Each entry must be printed again without a single change.
== Segment start ==
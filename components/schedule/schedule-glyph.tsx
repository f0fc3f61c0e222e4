import type { ScheduleRow } from '@/api/contracts/schedule';
import { Section } from '@/components/diagram/section';

/** The section of a schedule's row, to scale. */
export function ScheduleGlyph({ row: { section }, size }: { row: ScheduleRow; size: 28 | 40 | 120 }) {
  return section ? <Section drawn={section} size={size} /> : null;
}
== Segment end ==
Finished task:
filename components/schedule/schedule-glyph.tsx
repository f0fc3f61c0e222e4
import type { ScheduleRow } from '@/api/contracts/schedule';
import { Section } from '@/components/diagram/section';

/** The section of a schedule's row, to scale. */
export function ScheduleGlyph({ row: { section }, size }: { row: ScheduleRow; size: 28 | 40 | 120 }) {
  return section ? <Section drawn={section} size={size} /> : null;
}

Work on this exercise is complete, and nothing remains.